Involvement of disulfidptosis in the pathophysiology of autism spectrum disorder

Autism Spectrum Disorder (ASD) is a complex neurodevelopmental disorder, with oxidative stress recognized as a key pathogenic mechanisms. Oxidative stress disrupts intracellular dynamic- thiol/disulfide homeostasis (DTDH), potentially leading to disulfidptosis, a newly identified cell death mechanism. While studies suggest a link between DTDH and ASD, direct evidence implicating disulfidptosis in ASD pathogenesis remains limited. In this study, Mendelian randomization analysis revealed a significant causal association between disulfidptosisrelated sulfhydryl oxidase 1 and 2 and ASD (OR1 = 0.883, OR2 = 0.924, p < 0.05). A positive correlation between protein disulfide-isomerase and cognitive performance (OR = 1.021, p <0.01) further supported the role of disulfidptosis in ASD. Seven disulfidptosis-related genes (TIMP1, STAT3, VWA1, ADA, IL5, PF4, and TXNDC12) were identified and linked to immune cell alterations. A TF-miRNA-mRNA regulatory network and a predictive model (AUC = 0.759) were constructed and external validation datasets (AUC = 0.811).
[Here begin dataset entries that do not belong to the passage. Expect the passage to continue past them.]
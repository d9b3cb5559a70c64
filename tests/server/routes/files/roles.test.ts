import { beforeAll, describe, expect, it } from 'vitest';
import request from 'supertest';
import { testApp } from '../../../support/db';
import { createCustomer, createJob, createPlant, createUser } from '../../../support/factories';
import { agentFor, signedIn } from '../../../support/session';
import type { Role } from '../../../../shared/api/roles';
import type { Job, User } from '../../../../server/models';
import { pngBytes, upload, useTempUploadDir } from './fixtures';

useTempUploadDir();
const app = testApp();
const ROLES: Role[] = ['admin', 'sales', 'engineer', 'foreman', 'builder'];
type S = Awaited<ReturnType<typeof signedIn>>;

// Ours: the builder's company. Other: another company of the same plant. Theirs: another plant.
let ours: Job;
let other: Job;
let theirs: Job;
const users = {} as Record<Role, User>;
let desk: S; // sales of our plant: uploads the files the other roles act on
let theirDesk: S;

const uploadBy = async (s: S, job: Job) =>
  (await upload(s, job.id, pngBytes(), 'plan.png').expect(201)).body.id as number;

beforeAll(async () => {
  const plant = await createPlant();
  const customer = await createCustomer({ plant });
  ours = await createJob({ customer });
  other = await createJob({ plant });
  theirs = await createJob();
  for (const role of ROLES) users[role] = await createUser({ role, plant, customer });
  desk = await signedIn(app, users.sales.email);
  const theirSales = await createUser({ role: 'sales', plant: { id: theirs.plantId } as never });
  theirDesk = await signedIn(app, theirSales.email);
});

type Call = (s: S, job: Job, fileId: number) => request.Test;
const calls: Record<string, Call> = {
  'GET /api/jobs/:id/files': (s, job) => s.get(`/api/jobs/${job.id}/files`),
  'POST /api/jobs/:id/files': (s, job) => upload(s, job.id, pngBytes(), 'p.png'),
  'GET /api/files/:id': (s, _job, id) => s.get(`/api/files/${id}`),
  'DELETE /api/files/:id': (s, _job, id) => s.delete(`/api/files/${id}`),
};

// The desk and builders upload; a builder deletes only their own (below); reviewer and foreman read.
const expected: Record<string, Record<Role, number>> = {
  'GET /api/jobs/:id/files': { admin: 200, sales: 200, engineer: 200, foreman: 200, builder: 200 },
  'POST /api/jobs/:id/files': { admin: 201, sales: 201, engineer: 403, foreman: 403, builder: 201 },
  'GET /api/files/:id': { admin: 200, sales: 200, engineer: 200, foreman: 200, builder: 200 },
  'DELETE /api/files/:id': { admin: 204, sales: 204, engineer: 403, foreman: 403, builder: 403 },
};

describe('plan files role matrix', () => {
  for (const [route, byRole] of Object.entries(expected)) {
    for (const role of ROLES) {
      it(`${role} → ${route} (a file the desk uploaded) → ${byRole[role]}`, async () => {
        const fileId = await uploadBy(desk, ours);
        const s = await signedIn(app, users[role].email);
        const res = await calls[route](s, ours, fileId);
        expect(res.status, JSON.stringify(res.body).slice(0, 300)).toBe(byRole[role]);
        if (res.status === 403) expect(res.body.error.code).toBe('forbidden');
      });
    }
  }

  it('a builder deletes their own upload, and the list says so', async () => {
    const s = await signedIn(app, users.builder.email);
    const own = await uploadBy(s, ours);
    const deskFile = await uploadBy(desk, ours);
    const list = await s.get(`/api/jobs/${ours.id}/files`).expect(200);
    const canDelete = new Map(
      (list.body as { id: number; canDelete: boolean }[]).map((f) => [f.id, f.canDelete]),
    );
    expect(canDelete.get(own)).toBe(true);
    expect(canDelete.get(deskFile)).toBe(false);
    await s.delete(`/api/files/${own}`).expect(204);
  });

  it("another plant's job or file answers 404 for every role", async () => {
    const fileId = await uploadBy(theirDesk, theirs);
    for (const role of ROLES) {
      const s = await signedIn(app, users[role].email);
      for (const [route, call] of Object.entries(calls)) {
        const res = await call(s, theirs, fileId);
        expect(res.status, `${role} ${route}: ${JSON.stringify(res.body)}`).toBe(404);
      }
    }
  });

  it("another company's job or file answers 404 to a builder (staff see it)", async () => {
    const fileId = await uploadBy(desk, other);
    const s = await signedIn(app, users.builder.email);
    for (const [route, call] of Object.entries(calls)) {
      const res = await call(s, other, fileId);
      expect(res.status, `${route}: ${JSON.stringify(res.body)}`).toBe(404);
    }
    const staff = await signedIn(app, users.foreman.email);
    await staff.get(`/api/files/${fileId}`).expect(200);
  });

  it('signed out, every route answers 401', async () => {
    const fileId = await uploadBy(desk, ours);
    expect((await request(app).get(`/api/jobs/${ours.id}/files`)).status).toBe(401);
    expect((await request(app).get(`/api/files/${fileId}`)).status).toBe(401);
    // Writes need the session's CSRF token first; with it and no sign-in they answer 401.
    const anon = await agentFor(app);
    expect((await upload(anon, ours.id, pngBytes(), 'p.png')).status).toBe(401);
    expect((await anon.delete(`/api/files/${fileId}`)).status).toBe(401);
  });

  it('a junk id answers 404, not 500', async () => {
    await desk.get('/api/files/abc').expect(404);
    await desk.get('/api/jobs/0/files').expect(404);
  });
});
Immune infiltration analysis demonstrated altered expression of naive B cells and three other types of immune cells in ASD children. Animal experiments further validated the differential expression of key genes, highlighting their relevance to ASD pathogenesis. Animal experiments found that BTBR mice exhibit glucose starvation and NADPH depletion, with the specific indicator Slc7a11 being highly expressed. Silencing Slc7a11 can improve core ASD impairments in BTBR mice. Conclusion: This study establishes the first mechanistic link between disulfidptosis and ASD, identifies seven key genes and their regulatory network, and develops a predictive model with clinical utility. Animal experiments further confirmed the strong association between disulfidpotosis and ASD phenotypes. These findings offer novel therapeutic targets for modulating oxidative stress in ASD.